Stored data
*** Begin section ***
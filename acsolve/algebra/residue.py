"""Partial fractions of a ratio of polynomials with real coefficients, in complex balls.

N(s)/D(s) = polynomial + sum over poles p and k of w_k/(s - p)^(k + 1). Multiplicities come from
a square-free factorisation, so they are exact; poles on the imaginary axis lie exactly on it.
"""

from __future__ import annotations

from collections.abc import Callable, Sequence
from dataclasses import dataclass
from fractions import Fraction
from functools import lru_cache, partial
from math import lcm
from typing import Any

from acsolve.algebra.ball import precision, working_bits

Balls = Callable[[], Sequence[Any]]  # real coefficients by rising power, at the precision in force


class InseparableError(ArithmeticError):
    """Poles lie too close together to be told apart at the largest precision."""


@dataclass(frozen=True, slots=True, kw_only=True)
class Factor:
    """A square-free factor of a denominator, without the root zero.

    `mirrored` says that p(-s) has the same roots: one whose ball meets an axis lies on it.
    `whole` are its coefficients where they are integers.
    """

    coefficients: Balls
    multiplicity: int
    mirrored: bool
    whole: tuple[int, ...] | None = None


@dataclass(frozen=True, slots=True, kw_only=True)
class Ratio:
    """numerator/denominator; `zeros` counts the denominator's root zero, `factors` the others.

    `degrees` are those of numerator (-1 where it is zero) and denominator, `lowest` is the
    lowest power of the numerator.
    """

    numerator: Balls
    denominator: Balls
    zeros: int
    factors: tuple[Factor, ...]
    degrees: tuple[int, int]
    lowest: int


@dataclass(frozen=True, slots=True)
class Pole:
    """A pole, in the upper half plane or real; a complex one stands for its conjugate too.

    `side` is -1, 0 or 1: the sign of its real part, zero only where it is exactly on the axis.
    """

    place: Any
    multiplicity: int
    real: bool
    side: int


@dataclass(frozen=True, slots=True)
class Term:
    """Weights w_k of 1/(s - p)^(k + 1): w_k·t^k/k!·exp(p·t), with its conjugate if not real."""

    pole: Pole
    weights: tuple[Any, ...]


@dataclass(frozen=True, slots=True)
class Expansion:
    """The terms and the polynomial part, by rising power of s."""

    terms: tuple[Term, ...]
    direct: tuple[Any, ...]


def exact_ratio(top: Sequence[Fraction], bottom: Sequence[Fraction]) -> Ratio:
    """A ratio with rational coefficients, by rising power; the bottom's last is not zero."""
    from flint import fmpz_poly

    common = lcm(*(value.denominator for value in (*top, *bottom)))
    first, second = ([int(value * common) for value in part] for part in (top, bottom))
    zeros = next(power for power, value in enumerate(second) if value)
    factors: list[Factor] = []
    for factor, multiplicity in fmpz_poly(second[zeros:]).factor_squarefree()[1]:
        factors += _split(factor, int(multiplicity))
    return Ratio(
        numerator=partial(_balls, tuple(first)),
        denominator=partial(_balls, tuple(second)),
        zeros=zeros,
        factors=tuple(factors),
        degrees=(degree(first), len(second) - 1),
        lowest=next((power for power, value in enumerate(first) if value), 0),
    )


def _balls(values: Sequence[int]) -> list[Any]:
    from flint import arb

    return [arb(value) for value in values]


def degree(values: Sequence[int | Fraction]) -> int:
    """The highest power whose coefficient is not zero, -1 where there is none."""
    return max((power for power, value in enumerate(values) if value), default=-1)


def _split(factor: Any, multiplicity: int) -> list[Factor]:
    """A factor cut into the part that is symmetric to the imaginary axis and the rest."""
    from flint import fmpz_poly

    mirrored = fmpz_poly([(-1) ** k * int(value) for k, value in enumerate(factor.coeffs())])
    symmetric = factor.gcd(mirrored)
    found = []
    for part, mirror in ((symmetric, True), (factor / symmetric, False)):
        if part.degree() > 0:
            whole = tuple(int(value) for value in part.coeffs())
            found.append(
                Factor(
                    coefficients=partial(_balls, whole),
                    multiplicity=multiplicity,
                    mirrored=mirror,
                    whole=whole,
                )
            )
    return found


_MOST_BITS = 8192
_ISOLATED_BITS = 256
_MOST_STEPS = 12  # of Newton's, each of which doubles the digits


def at_start(ratio: Ratio) -> Any:
    """The value just after 0 of the function of time that the ratio is the transform of.

    The coefficient of 1/s in its expansion at infinity: the initial value theorem, whatever
    stands at 0 itself. Exactly zero where the degrees say so.
    """
    from flint import arb

    if ratio.degrees[0] < 0 or ratio.degrees[0] < ratio.degrees[1] - 1:
        return arb(0)
    return quotient([arb(0), *ratio.numerator()], list(ratio.denominator()))[0]


def poles(ratio: Ratio) -> list[Pole]:
    """All poles to about the precision in force, each once, complex ones by their upper half.

    Raises
    ------
    InseparableError
        no precision up to 8192 bits tells two of them, or one and the axis, apart.
    """
    from flint import acb

    found = [Pole(acb(0), ratio.zeros, real=True, side=0)] if ratio.zeros else []
    for factor in ratio.factors:
        found += _poles_of(factor)
    return found


def _poles_of(factor: Factor) -> list[Pole]:
    bits = working_bits() + 32
    while bits <= _MOST_BITS:
        with precision(bits):
            settled = [_settled(ball, factor) for ball in _isolated(factor)]
            if settled and None not in settled:
                return [pole for pole in settled if isinstance(pole, Pole)]
        bits *= 2
    raise InseparableError("two poles, or a pole and the axis, could not be told apart")


def _isolated(factor: Factor) -> list[Any]:
    """Isolating balls of all roots; none where the precision does not suffice."""
    from flint import acb_poly

    if factor.whole is not None:
        upper = (root for root in _whole_roots(factor.whole) if not root.imag < 0)
        return [_sharpened(root, factor.whole) for root in upper]
    try:
        rough = acb_poly(list(factor.coefficients())).roots()
        smallest = min(float(ball.abs_lower()) for ball in rough)
        if smallest <= 0:
            return []
        poly = acb_poly(list(factor.coefficients()))
        return list(poly.roots(tol=smallest * 2.0 ** -min(working_bits() - 40, 900)))
    except ValueError:
        return []


@lru_cache(maxsize=16)
def _whole_roots(whole: tuple[int, ...]) -> tuple[Any, ...]:
    """Isolating balls of the roots of an integer polynomial.

    Kept, since they take far longer than to be sharpened: 160 real roots take 16 s.
    """
    from flint import fmpz_poly

    poly: Any = fmpz_poly(list(whole))
    with precision(_ISOLATED_BITS):
        return tuple(root for root, _ in poly.complex_roots())


def _sharpened(root: Any, whole: tuple[int, ...]) -> Any:
    """An isolating ball narrowed to the precision in force, or as far as it goes.

    Newton's step from the middle, its slope taken over the whole ball, holds the root
    (R. E. Moore, Interval Analysis, 1966).
    """
    from flint import acb

    wanted = working_bits()
    if _is_narrow(root, wanted):
        return root
    with precision(2 * wanted + max(abs(value).bit_length() for value in whole)):
        poly, slope = _with_slope(whole, working_bits())
        for _ in range(_MOST_STEPS):
            middle = acb(root.real.mid(), root.imag.mid())
            step = middle - poly(middle) / slope(root)
            closer = acb(_common(root.real, step.real), _common(root.imag, step.imag))
            if not closer.is_finite() or not _is_narrow(closer, 0):
                break
            root = closer
            if _is_narrow(root, wanted):
                break
    return root


def _common(first: Any, second: Any) -> Any:
    """What two real balls that hold one number have in common; the first where it is exact."""
    if first.is_exact() or not second.is_finite():
        return first
    return second if second.rad() < first.rad() else first


def _is_narrow(ball: Any, bits: int) -> bool:
    """Whether a complex ball is known to so many bits of its size."""
    size = abs(ball).abs_lower()
    return bool(size > 0 and (ball.real.rad() + ball.imag.rad()) * 2**bits <= size)


@lru_cache(maxsize=4)
def _with_slope(whole: tuple[int, ...], bits: int) -> tuple[Any, Any]:
    """The polynomial and its derivative, their coefficients rounded to the precision in force."""
    from flint import acb_poly, fmpz_poly

    assert bits == working_bits(), "the bits are what the answer is kept by"
    poly = fmpz_poly(list(whole))
    return acb_poly(poly), acb_poly(poly.derivative())


def _settled(ball: Any, factor: Factor) -> Pole | bool | None:
    """The pole; False for one of the lower half plane, None where the ball is too wide."""
    from flint import acb, arb

    if ball.imag < 0:
        return False
    real = bool(ball.imag.contains(0))
    axis = bool(ball.real.contains(0))
    if axis and (not factor.mirrored or real):
        return None
    side = 0 if axis else (1 if ball.real > 0 else -1)
    place = acb(arb(0) if axis else ball.real, arb(0) if real else ball.imag)
    return Pole(place, factor.multiplicity, real=real, side=side)


def expand(ratio: Ratio) -> Expansion:
    """Partial fractions at the precision in force.

    Raises
    ------
    InseparableError
        as `poles`.

    Notes
    -----
    Around a pole p of multiplicity m, N(p + e) and D(p + e)/e^m, the latter as the product
    of its other roots, are series of m terms in e; their quotient holds the weights.
    """
    found = poles(ratio)
    top, bottom = list(ratio.numerator()), list(ratio.denominator())
    terms = tuple(_term(pole, found, top, bottom[-1]) for pole in found)
    if not all(weight.is_finite() for term in terms for weight in term.weights):
        raise InseparableError("two poles could not be told apart")
    return Expansion(terms, tuple(quotient(top, bottom)))


def _term(pole: Pole, every: Sequence[Pole], top: Sequence[Any], lead: Any) -> Term:
    from flint import acb

    count = pole.multiplicity
    below = [acb(lead)] + [acb(0)] * (count - 1)
    for other in every:
        copies = [other.place] if other.real else [other.place, other.place.conjugate()]
        for place in copies[1:] if other is pole else copies:
            for _ in range(other.multiplicity):
                below = _times_line(below, pole.place - place)
    quotient = _divided(around(top, pole.place, count), below)
    if pole.real:
        quotient = [acb(item.real) for item in quotient]
    return Term(pole, tuple(reversed(quotient)))


def _times_line(series: list[Any], constant: Any) -> list[Any]:
    """A truncated series times (constant + e)."""
    return [item * constant + (series[k - 1] if k else 0) for k, item in enumerate(series)]


def around(coefficients: Sequence[Any], place: Any, count: int) -> list[Any]:
    """The first Taylor coefficients of a polynomial around a place, by Horner's rule."""
    from flint import acb

    found = [acb(0)] * count
    for item in reversed(coefficients):
        found = _times_line(found, place)
        found[0] = found[0] + item
    return found


def _divided(top: Sequence[Any], bottom: Sequence[Any]) -> list[Any]:
    """The quotient of two series of the same length."""
    found: list[Any] = []
    for k, item in enumerate(top):
        rest = item
        for j in range(k):
            rest = rest - found[j] * bottom[k - j]
        found.append(rest / bottom[0])
    return found


def quotient(top: Sequence[Any], bottom: Sequence[Any]) -> list[Any]:
    """The polynomial part of top/bottom, by rising power."""
    rest, size = list(top), len(bottom) - 1
    while rest and rest[-1] == 0:
        rest.pop()
    found: list[Any] = []
    for power in range(len(rest) - 1, size - 1, -1):
        factor = rest[power] / bottom[-1]
        found.append(factor)
        for k, item in enumerate(bottom):
            rest[power - size + k] = rest[power - size + k] - factor * item
    return found[::-1]


def value_at(ratio: Ratio, s: Any) -> Any:
    """numerator/denominator at a complex ball."""
    top, bottom = (around(part(), s, 1)[0] for part in (ratio.numerator, ratio.denominator))
    return top / bottom


def expanded_at(expansion: Expansion, s: Any) -> Any:
    """The sum of an expansion at a complex ball: the same, worked out the other way."""
    from flint import acb

    total = acb(0)
    for power, item in enumerate(expansion.direct):
        total = total + item * s**power
    for term in expansion.terms:
        places: list[tuple[Any, Sequence[Any]]] = [(term.pole.place, term.weights)]
        if not term.pole.real:
            places.append((term.pole.place.conjugate(), [w.conjugate() for w in term.weights]))
        for place, weights in places:
            for k, weight in enumerate(weights):
                total = total + weight / (s - place) ** (k + 1)
    return total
*** End section ***
GOAL OF THE EXERCISE:
Please reproduce, exactly as they appear above, the lines from the line containing "bits = working_bits() + 32" up to and including the line containing "poly = acb_poly(list(factor.coefficients()))".

THE ANSWER:
    bits = working_bits() + 32
    while bits <= _MOST_BITS:
        with precision(bits):
            settled = [_settled(ball, factor) for ball in _isolated(factor)]
            if settled and None not in settled:
                return [pole for pole in settled if isinstance(pole, Pole)]
        bits *= 2
    raise InseparableError("two poles, or a pole and the axis, could not be told apart")


def _isolated(factor: Factor) -> list[Any]:
    """Isolating balls of all roots; none where the precision does not suffice."""
    from flint import acb_poly

    if factor.whole is not None:
        upper = (root for root in _whole_roots(factor.whole) if not root.imag < 0)
        return [_sharpened(root, factor.whole) for root in upper]
    try:
        rough = acb_poly(list(factor.coefficients())).roots()
        smallest = min(float(ball.abs_lower()) for ball in rough)
        if smallest <= 0:
            return []
        poly = acb_poly(list(factor.coefficients()))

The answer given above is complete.